The FBI has released an informant from his confidentiality agreement, allowing him to testify to Congress about his knowledge of an effort by the Russian nuclear industry to get favorable deals during Barack Obama's presidency.
The Hill reported Wednesday night that Justice Department spokeswoman Sarah Isgur Flores had confirmed that the informant had been released from his non-disclosure agreement.
"As of tonight, the Department of Justice has authorized the informant to disclose to the Chairmen and Ranking Members of the Senate Committee on the Judiciary, the House Committee on Oversight and Government Reform, and the House Permanent Select Committee on Intelligence, as well as one member of each of their staffs, any information or documents he has concerning alleged corruption or bribery involving transactions in the uranium market, including but not limited to anything related to Vadim Mikerin, Rosatom, Tenex, Uranium One, or the Clinton Foundation," the spokeswoman said.
The informant's undercover activities have helped bring convictions of the top Russian nuclear executive in the United States, a Russian financier in New Jersey and the leader of an American uranium trucking company in a bribery/money laundering scheme. But the confidentiality agreement prevented him from telling Congress what he knows.
"The FBI has informed me that they are releasing my client from his NDA so that he can testify to Congress about his work uncovering the Russian nuclear bribery case and the efforts he witnessed by Moscow to gain influence with the Clintons in hopes of winning favorable uranium decisions from the Obama administration," the informant's lawyer, Victoria Toensing, told The Hill.
"He is now able and willing to talk with the congressional committees seeking his testimony, though I will be working with all parties to ensure his identity remains confidential to ensure his safety," she said.

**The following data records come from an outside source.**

package minimize_test

import (
	"context"
	"fmt"
	"math"
	"slices"

	"github.com/tenter-go/tenter/action"
	"github.com/tenter-go/tenter/constraint"
	"github.com/tenter-go/tenter/field"
	"github.com/tenter-go/tenter/lattice"
	"github.com/tenter-go/tenter/minimize"
)

// The Bratu problem u″ + λeᵘ = 0 on the unit interval, on a narrow ring of two equal
// slices: from λ = 0 the branch rises to a fold and returns with one unstable
// direction.
func ExampleContinue() {
	block, err := lattice.NewBlock(
		lattice.Axis{Step: 0.01, Sites: 2, Periodic: true},
		lattice.Axis{Step: 1. / 64, Sites: 65, Left: lattice.Held, Right: lattice.Held},
	)
	if err != nil {
		fmt.Println(err)
		return
	}
	exp := func(u float64) float64 { return -math.Exp(u) }
	family := func(lambda float64) (minimize.Functional, *constraint.Set, error) {
		s, err := action.New(block, action.Wave{
			Potential: action.Scalar{V: exp, D1: exp, D2: exp},
			Sigma:     action.Uniform(lambda),
			Signature: action.Euclidean,
		})
		return s, nil, err
	}
	branch, err := minimize.Continue(context.Background(), family, 0, field.NewHistory(block, 1), &minimize.ContinuationSettings{
		At: []float64{2}, Low: 0, High: 4,
		Stop: func(p minimize.Point) bool { return p.Kind == minimize.Asked && p.Slope < 0 },
	})
	if err != nil {
		fmt.Println(err)
		return
	}
	for _, p := range branch.Points {
		if p.Kind != minimize.Passing {
			fmt.Printf("%v: λ = %.4f, u(½) = %.4f\n", p.Kind, p.Parameter, p.History.At(0, 0, 32))
		}
	}
	first, last := branch.Points[0], branch.Points[len(branch.Points)-1]
	fmt.Println("unstable directions before and after:", first.Index, last.Index)
	// Output:
	// asked: λ = 2.0000, u(½) = 0.3290
	// fold: λ = 3.5134, u(½) = 1.1868
	// asked: λ = 2.0000, u(½) = 2.8953
	// unstable directions before and after: 0 1
}

// Half a sine-Gordon breather, mirrored at x = 0, of the energy 4.8: the whole has
// 9.6 = 16√(1 − ω²) with ω = 0.8.
func ExamplePeriodic() {
	block, err := lattice.NewBlock(
		lattice.Axis{Step: 0.2, Sites: 40, Periodic: true}, // a guess of the period: 8
		lattice.Axis{Step: 0.2, Sites: 81, Left: lattice.Even},
	)
	if err != nil {
		fmt.Println(err)
		return
	}
	breather, err := field.SineGordonBreather(field.Breather{Frequency: 2 * math.Pi / 8})
	if err != nil {
		fmt.Println(err)
		return
	}
	start := field.NewHistory(block, 1)
	for n := range block.Slices() {
		start.Slice(n).CopyFrom(breather.On(block.Space, block.Time.At(n)).Field)
	}
	orbit, err := minimize.Periodic(context.Background(), block, action.Wave{Potential: action.SineGordon{}}, start, minimize.Energy(4.8), nil)
	if err != nil {
		fmt.Println(err)
		return
	}
	fmt.Printf("ω = %.3f, amplitude %.3f\n", orbit.Frequency, orbit.History.At(0, 0, 0))
	// Output:
	// ω = 0.801, amplitude 2.575
}

// Every stationary state of u″ + u − u³ = 0 on an interval of length 5 with natural
// ends, from a few starts. Up to the sign there are three, with 0, 1 and 2 unstable
// directions.
func ExampleTakeCensus() {
	block, err := lattice.NewBlock(
		lattice.Axis{Step: 0.25, Sites: 2, Periodic: true},
		lattice.Axis{Step: 0.1, Sites: 51},
	)
	if err != nil {
		fmt.Println(err)
		return
	}
	s, err := action.New(block, action.Wave{Potential: action.Phi4{}, Signature: action.Euclidean})
	if err != nil {
		fmt.Println(err)
		return
	}
	var starts []*field.History
	for n := range 6 {
		h := field.NewHistory(block, 1)
		for e := range h.Data {
			_, _, i := h.Place(e)
			h.Data[e] = 0.8 * math.Cos(float64(n)*math.Pi*block.Space.At(i)/5)
		}
		starts = append(starts, h)
	}
	solve := func(ctx context.Context, start *field.History) (*minimize.Found, error) {
		return minimize.LeastResidual(ctx, s, nil, start, &minimize.Settings{Tolerance: 1e-10})
	}
	negative := func(h *field.History) *field.History {
		g := h.Clone()
		for e := range g.Data {
			g.Data[e] = -g.Data[e]
		}
		return g
	}
	census, err := minimize.TakeCensus(context.Background(), solve, slices.Values(starts), &minimize.CensusSettings{
		Of: s, Most: 1e-8, Symmetries: []func(*field.History) *field.History{negative},
	})
	if err != nil {
		fmt.Println(err)
		return
	}
	for _, r := range census.Residents {
		fmt.Printf("energy %.4f, %d unstable directions\n", r.Action/block.Time.Length(), r.Index)
	}
	// Output:
	// energy 0.0000, 0 unstable directions
	// energy 0.9328, 1 unstable directions
	// energy 1.2500, 2 unstable directions
}
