package minimize

import (
	"gonum.org/v1/gonum/blas"
	"gonum.org/v1/gonum/blas/blas64"
	"gonum.org/v1/gonum/lapack/lapack64"
)

// A chain is a symmetric positive definite matrix of dense blocks in which each
// block is coupled to the one before and the one after it, and its Cholesky
// factor, which overwrites it.
type chain struct {
	diagonal []blas64.Symmetric // lower triangles
	below    []blas64.General   // below[j] couples block j+1 (rows) to block j
	lower    []blas64.Triangular
}

func newChain(sizes []int) *chain {
	c := &chain{lower: make([]blas64.Triangular, len(sizes))}
	for j, n := range sizes {
		c.diagonal = append(c.diagonal, blas64.Symmetric{N: n, Stride: max(n, 1), Data: make([]float64, n*n), Uplo: blas.Lower})
		if j > 0 {
			c.below = append(c.below, blas64.General{Rows: n, Cols: sizes[j-1], Stride: max(sizes[j-1], 1), Data: make([]float64, n*sizes[j-1])})
		}
	}
	return c
}

// copyFrom makes c, of the same sizes, the matrix d with shift added to its
// diagonal.
func (c *chain) copyFrom(d *chain, shift float64) {
	for j, a := range c.diagonal {
		copy(a.Data, d.diagonal[j].Data)
		for i := range a.N {
			a.Data[i*a.Stride+i] += shift
		}
	}
	for j, b := range c.below {
		copy(b.Data, d.below[j].Data)
	}
}

// factor overwrites the matrix by its factor. It returns false if a pivot is not
// positive.
func (c *chain) factor() (ok bool) {
	for j, a := range c.diagonal {
		if j > 0 {
			b := c.below[j-1]
			blas64.Trsm(blas.Right, blas.Trans, 1, c.lower[j-1], b)
			blas64.Syrk(blas.NoTrans, -1, b, 1, a)
		}
		if c.lower[j], ok = lapack64.Potrf(a); !ok {
			return false
		}
	}
	return true
}

// solve overwrites x, cut into the blocks, by the solution.
func (c *chain) solve(x []blas64.Vector) {
	for j, l := range c.lower {
		if j > 0 {
			blas64.Gemv(blas.NoTrans, -1, c.below[j-1], x[j-1], 1, x[j])
		}
		blas64.Trsv(blas.NoTrans, l, x[j])
	}
	for j := len(c.lower) - 1; j >= 0; j-- {
		if j+1 < len(c.lower) {
			blas64.Gemv(blas.Trans, -1, c.below[j], x[j+1], 1, x[j])
		}
		blas64.Trsv(blas.Trans, c.lower[j], x[j])
	}
}

// largest returns the largest entry of the diagonal.
func (c *chain) largest() (d float64) {
	for _, a := range c.diagonal {
		for i := range a.N {
			d = max(d, a.Data[i*a.Stride+i])
		}
	}
	return d
}
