package minimize

import (
	"math"
	"slices"

	"github.com/tenter-go/tenter/field"
)

// A load is what a unit change of something does to the equations.
type load struct {
	moved  []entry // fixed values that move
	rows   []entry // added to the residual r
	force  []entry // added to the gradient
	border []entry // added to the right-hand sides b, by the number of the border
}

// An entry is the value at one index of a list that is zero elsewhere.
type entry struct {
	index int
	value float64
}

// A yield is the solution for one load.
type yield struct {
	moved *field.History // of every value, free or fixed
	mu    []float64      // of the borders
}

const batch = 16 // loads solved at once

// solve returns the solutions for the loads, in their order.
func (k *curvature) solve(loads []load) []yield {
	var found []yield
	for some := range slices.Chunk(loads, batch) {
		found = append(found, k.solveBatch(some)...)
	}
	return found
}

func (k *curvature) solveBatch(loads []load) []yield {
	const most = 30 // corrections, each of which halves the one before
	n := k.free.N
	found := make([]yield, len(loads))
	x, rest := make([][]float64, len(loads)), make([][]float64, len(loads))
	last := make([]float64, len(loads)) // size of the last correction
	busy := make([]int, len(loads))
	block := k.shape.Block
	block.Time.Jump, block.Space.Jump = nil, nil // differences of fields do not jump
	for i := range loads {
		found[i] = yield{field.NewHistory(block, k.shape.Components), make([]float64, len(k.borders))}
		x[i], rest[i] = make([]float64, n), make([]float64, n+len(k.borders))
		last[i], busy[i] = math.Inf(1), i
		k.spread(found[i].moved, x[i], loads[i])
	}
	for range most {
		var rhs [][]float64
		for _, i := range busy {
			k.remainder(rest[i], loads[i], found[i])
			rhs = append(rhs, rest[i])
		}
		k.factor.SolveMany(rhs, rhs)
		var next []int
		for _, i := range busy {
			var step, size float64
			for u := range n {
				step, size = max(step, math.Abs(rest[i][u])), max(size, math.Abs(x[i][u]))
			}
			if !(step < 0.5*last[i]) {
				continue
			}
			for u := range n {
				x[i][u] += rest[i][u]
			}
			for r, s := range k.scale {
				found[i].mu[r] += s * rest[i][n+r]
			}
			k.spread(found[i].moved, x[i], loads[i])
			if last[i] = step; step > 0x1p-53*size {
				next = append(next, i)
			}
		}
		if busy = next; len(busy) == 0 {
			break
		}
	}
	return found
}

// spread writes the move of every value: that of the unknowns, and of the fixed
// values that the load moves.
func (k *curvature) spread(h *field.History, x []float64, l load) {
	k.free.Expand(h, x)
	for _, m := range l.moved {
		h.Data[m.index] = m.value
	}
}

// gradient returns the change of the gradient by every value, less what the
// linear conditions take up: zero at the free values of a solution, and the
// change of what holds the fixed ones. The slice is overwritten by the next call.
func (k *curvature) gradient(l load, y yield) []float64 {
	v, out := y.moved, k.out
	if k.jac != nil {
		clear(k.row)
		for _, e := range k.rows {
			columns, values := k.jac.Row(int(e))
			for j, f := range columns {
				k.row[e] += values[j] * v.Data[f]
			}
		}
		for _, m := range l.rows {
			k.row[m.index] += m.value
		}
		for _, e := range k.rows {
			k.row[e] *= k.weight
		}
		k.jac.MulTransVec(out, k.row)
		k.bend(out, v)
	} else {
		k.second.MulVec(out, v.Data)
	}
	if k.terms != nil {
		for e, t := range k.terms.Data {
			out[e] += t * v.Data[e]
		}
	}
	for _, m := range l.force {
		out[m.index] += m.value
	}
	for r, mu := range y.mu {
		b := &k.borders[r]
		for j, e := range b.Index {
			out[e] += mu * b.Coefficient[j]
		}
	}
	return out
}

// remainder writes what is left of the bordered equations to rest.
func (k *curvature) remainder(rest []float64, l load, y yield) {
	clear(rest)
	for e, g := range k.gradient(l, y) {
		if u, _ := k.free.At(e); u >= 0 {
			rest[u] -= g
		}
	}
	if k.still != nil {
		for u, still := range k.still.active {
			if still {
				rest[u] = 0
			}
		}
	}
	own := rest[k.free.N:]
	for _, m := range l.border {
		own[m.index] = m.value
	}
	for r, scale := range k.scale {
		b := &k.borders[r]
		for j, e := range b.Index {
			own[r] -= b.Coefficient[j] * y.moved.Data[e]
		}
		if b.Precision > 0 {
			own[r] += y.mu[r] / b.Precision
		}
		own[r] *= scale
	}
}
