package minimize

import (
	"errors"
	"fmt"
	"math"

	"github.com/tenter-go/tenter/action"
	"github.com/tenter-go/tenter/constraint"
	"github.com/tenter-go/tenter/field"
)

// equations are the stationary equations ∂S/∂φ = 0 of the unknowns of one
// problem, of either signature, S with the cost of soft conditions.
type equations struct {
	*problem
	leads  []int32
	slope  *field.History
	second *action.Matrix
}

// newEquations checks a problem called name and refuses what has no action.
func newEquations(name string, f Functional, held *constraint.Set, start *field.History, set *Settings) (*equations, error) {
	if f = given(f); f != nil {
		if err := conservative(name, f); err != nil {
			return nil, err
		}
	}
	p, err := newProblem(name, f, held, start, set)
	if err != nil {
		return nil, err
	}
	if p.hard != nil || p.bounds != nil || len(p.free.SoftRows()) > 0 {
		return nil, &Refusal{Problem: name, Why: "linear conditions or bounds; want pins, rates, costs and observations only"}
	}
	q := &equations{problem: p}
	for k := range p.free.N {
		q.leads = append(q.leads, int32(p.free.Lead(k)))
	}
	return q, nil
}

// refuseLorentzian returns a *Refusal if f is known to be Lorentzian.
func refuseLorentzian(name string, f Functional) error {
	if g, ok := f.(signed); ok && g.Signature() != action.Euclidean {
		return &Refusal{Problem: name, Why: "the density is Lorentzian, whose stationary histories are saddles; want the Euclidean signature, or ask for the least residual"}
	}
	return nil
}

// gradient writes ∂S/∂x at the unknowns x to g; the history stands in trial.
func (q *equations) gradient(g, x []float64) {
	q.free.Scatter(q.trial, x)
	q.slope = q.f.Gradient(q.slope, q.trial)
	q.free.Reduce(g, q.slope)
}

// tolerance returns what the largest |∂S/∂x|/hk of a solution is at most: the
// given number, or 1e-10 of the largest term of the equation at the trial, whose
// second variation and slope are at hand.
func (q *equations) tolerance() float64 {
	if q.set.Tolerance > 0 {
		return q.set.Tolerance
	}
	q.h, q.trial = q.trial, q.h
	defer func() { q.h, q.trial = q.trial, q.h }()
	return 1e-10 * q.scale(q.second, q.slope.Data, q.leads) / q.hk
}

// size returns the norm of ∂S/∂x per hk.
func (q *equations) size(g []float64) Norm {
	var n Norm
	var sum float64
	for k, v := range g {
		v = math.Abs(v) / q.hk
		sum += v * v
		if k == 0 || v > n.Max || math.IsNaN(v) {
			n.Max = v
			_, _, _, n.At = q.free.Event(int(q.leads[k]))
			if math.IsNaN(v) {
				break
			}
		}
	}
	n.RMS = math.Sqrt(sum / float64(len(g)))
	return n
}

// where says where the null vector of a singular bordered matrix stands.
func (q *equations) where(err error) error {
	var s *singularMatrix
	if !errors.As(err, &s) || s.unknown >= len(q.leads) {
		return err
	}
	_, c, _, at := q.free.Event(int(q.leads[s.unknown]))
	return fmt.Errorf("%w, its null vector largest in component %d at %v", err, c, at)
}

Republicans in Congress have been interested in finding out what happened since 2015, when it was first reported that former President Bill Clinton was paid $500,000 by a Russian bank for a speech, in addition to donations sent to the Clinton Foundation charity while his wife, Hillary Clinton, was secretary of state.
The donations raised red flags among many congressional Republicans at the time, but the Obama administration said it saw no reason to block the deals, which gave Russian President Vladimir Putin control of 20 percent of the U.S. uranium stockpile. No evidence was reported that Clinton was influenced by the donations or her husband's speaking fee.
Uranium One has come back into the spotlight after a series of articles in The Hill that the FBI had gathered information on the bribery scheme that its informant was involved in before the decisions were made to grant Russia control over American uranium.